**Work task:**
Retype precisely the section of the data that starts at the line containing "mod record;" and runs to its final line, ends included.

**The records:**
------------------------------------------------------------
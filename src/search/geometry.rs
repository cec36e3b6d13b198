//! Clouds as points in space: read from a vector of unknowns, measured, written back.

use rand::Rng;
use rand_distr::{Distribution, UnitCircle, UnitSphere};

use crate::base::order::Total;

use super::structure::Cloud;

/// A point of a cloud; the third coordinate of a cloud in the plane is 0.
pub type Point = [f64; 3];

/// The points of a cloud.
pub fn points_of(cloud: &Cloud, at: &[f64]) -> Vec<Point> {
    let coordinate = |row: &[usize; 3], k: usize| if k < cloud.dimensions { at[row[k]] } else { 0.0 };
    cloud.rows.iter().map(|row| [coordinate(row, 0), coordinate(row, 1), coordinate(row, 2)]).collect()
}

/// Writes the points of a cloud back.
pub fn write_points(cloud: &Cloud, points: &[Point], at: &mut [f64]) {
    for (row, point) in cloud.rows.iter().zip(points) {
        (0..cloud.dimensions).for_each(|k| at[row[k]] = point[k]);
    }
}

/// The mean of some points.
pub fn centroid_of(points: &[Point]) -> Point {
    let mut centroid = [0.0; 3];
    for point in points {
        (0..3).for_each(|k| centroid[k] += point[k] / points.len() as f64);
    }
    centroid
}

/// The difference of two points.
pub fn minus(left: &Point, right: &Point) -> Point {
    std::array::from_fn(|k| left[k] - right[k])
}

/// A point plus a multiple of another.
pub fn plus(left: &Point, factor: f64, right: &Point) -> Point {
    std::array::from_fn(|k| left[k] + factor * right[k])
}

/// The inner product.
pub fn inner(left: &Point, right: &Point) -> f64 {
    left[0] * right[0] + left[1] * right[1] + left[2] * right[2]
}

/// The outer product.
pub fn outer(left: &Point, right: &Point) -> Point {
    [
        left[1] * right[2] - left[2] * right[1],
        left[2] * right[0] - left[0] * right[2],
        left[0] * right[1] - left[1] * right[0],
    ]
}

/// The distance of two points.
pub fn distance(left: &Point, right: &Point) -> f64 {
    let offset = minus(left, right);
    inner(&offset, &offset).sqrt()
}

/// The median distance of a point to its nearest neighbour.
pub fn usual_contact(points: &[Point]) -> f64 {
    let mut nearest: Vec<Total> = (0..points.len())
        .map(|row| {
            let others = (0..points.len()).filter(|&other| other != row);
            Total(others.map(|other| distance(&points[row], &points[other])).fold(f64::INFINITY, f64::min))
        })
        .collect();
    nearest.sort();
    nearest.get(nearest.len() / 2).map_or(0.0, |middle| middle.0)
}

/// The largest distance from the centroid.
pub fn reach_of(points: &[Point], centroid: &Point) -> f64 {
    points.iter().map(|point| distance(point, centroid)).fold(0.0, f64::max)
}

/// A direction, uniform on the circle or the sphere: by rejection (Marsaglia 1972), products and a square root only, so
/// the bits are the same everywhere.
pub fn random_direction(dimensions: usize, rng: &mut impl Rng) -> Point {
    if dimensions == 2 {
        let [x, y]: [f64; 2] = UnitCircle.sample(rng);
        return [x, y, 0.0];
    }
    UnitSphere.sample(rng)
}

/// A linear map of space, by rows.
pub type Map = [[f64; 3]; 3];

/// The map applied to a point.
pub fn apply(map: &Map, point: &Point) -> Point {
    std::array::from_fn(|k| inner(&map[k], point))
}

/// A rotation, uniform over all: two orthonormal random directions and their outer product; about the third axis only
/// for a cloud in the plane.
pub fn random_rotation(dimensions: usize, rng: &mut impl Rng) -> Map {
    let first = random_direction(dimensions, rng);
    if dimensions == 2 {
        return [first, [-first[1], first[0], 0.0], [0.0, 0.0, 1.0]];
    }
    loop {
        let other = random_direction(3, rng);
        let aside = plus(&other, -inner(&other, &first), &first);
        let length = inner(&aside, &aside).sqrt();
        if length > 0.1 {
            let second = plus(&[0.0; 3], 1.0 / length, &aside);
            return [first, second, outer(&first, &second)];
        }
    }
}

/// The outermost place on the ray from `centroid` along `direction` at which the nearest of the points is exactly
/// `contact` away: there a point touches the surface from outside. `skip` is left out of the points.
pub fn touch(points: &[Point], skip: Option<usize>, centroid: &Point, direction: &Point, contact: f64) -> Point {
    let mut reach: f64 = 0.0;
    for (other, point) in points.iter().enumerate() {
        if Some(other) == skip {
            continue;
        }
        let offset = minus(point, centroid);
        let along = inner(&offset, direction);
        let aside = inner(&offset, &offset) - along * along;
        let half = contact * contact - aside;
        if half > 0.0 {
            reach = reach.max(along + half.sqrt());
        }
    }
    plus(centroid, reach, direction)
}
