//! The hunt: heuristics propose points, rounds make the work replayable, the ledger keeps what was met.
//!
//! Enters: a landscape, its compiled kernel, settings. Leaves: an [`Outcome`]. Promised: the same landscape, settings
//! and seed give the same ledger, bit for bit, on any number of threads; round r is drawn up from the state after round
//! r - 2 and merged in task order. A hunt goes on from the records of its rounds as if it had never stopped.
//! Deliberately absent: clocks, files and signals (an [`Observer`] says when to stop), and any move that knows a
//! particular problem.
//!
//! The way of a task: [`state::Hunt`] draws a round of [`task::Task`]s; a [`worker::Worker`] turns each proposal into a
//! start, lets `descent` ask and `evaluate` answer, many tasks in lanes at once; the hunt merges the results into the
//! ledger and tells the heuristic that proposed.

pub mod anneal;
pub mod crew;
pub mod earnings;
pub mod evolve;
pub mod geometry;
pub mod hop;
mod hunt;
pub mod moves;
pub mod multistart;
pub mod outcome;
pub mod portfolio;
pub mod proposer;
mod record;
pub mod schedule;
pub mod settings;
pub mod start;
pub mod state;
pub mod structure;
pub mod task;
pub mod worker;

pub use hunt::{hunt, resume};
pub use outcome::{Ending, HuntError, NoPast, Observer, Outcome, Past, PastRound, RoundReport, Troubles, Verdict};
pub use record::{BadRecord, Found, RoundRecord, TaskRecord};
pub use settings::{Heuristic, Mix, Settings};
------------------------------------------------------------
**Written response:**
mod record;
pub mod schedule;
pub mod settings;
pub mod start;
pub mod state;
pub mod structure;
pub mod task;
pub mod worker;

pub use hunt::{hunt, resume};
pub use outcome::{Ending, HuntError, NoPast, Observer, Outcome, Past, PastRound, RoundReport, Troubles, Verdict};
pub use record::{BadRecord, Found, RoundRecord, TaskRecord};
pub use settings::{Heuristic, Mix, Settings};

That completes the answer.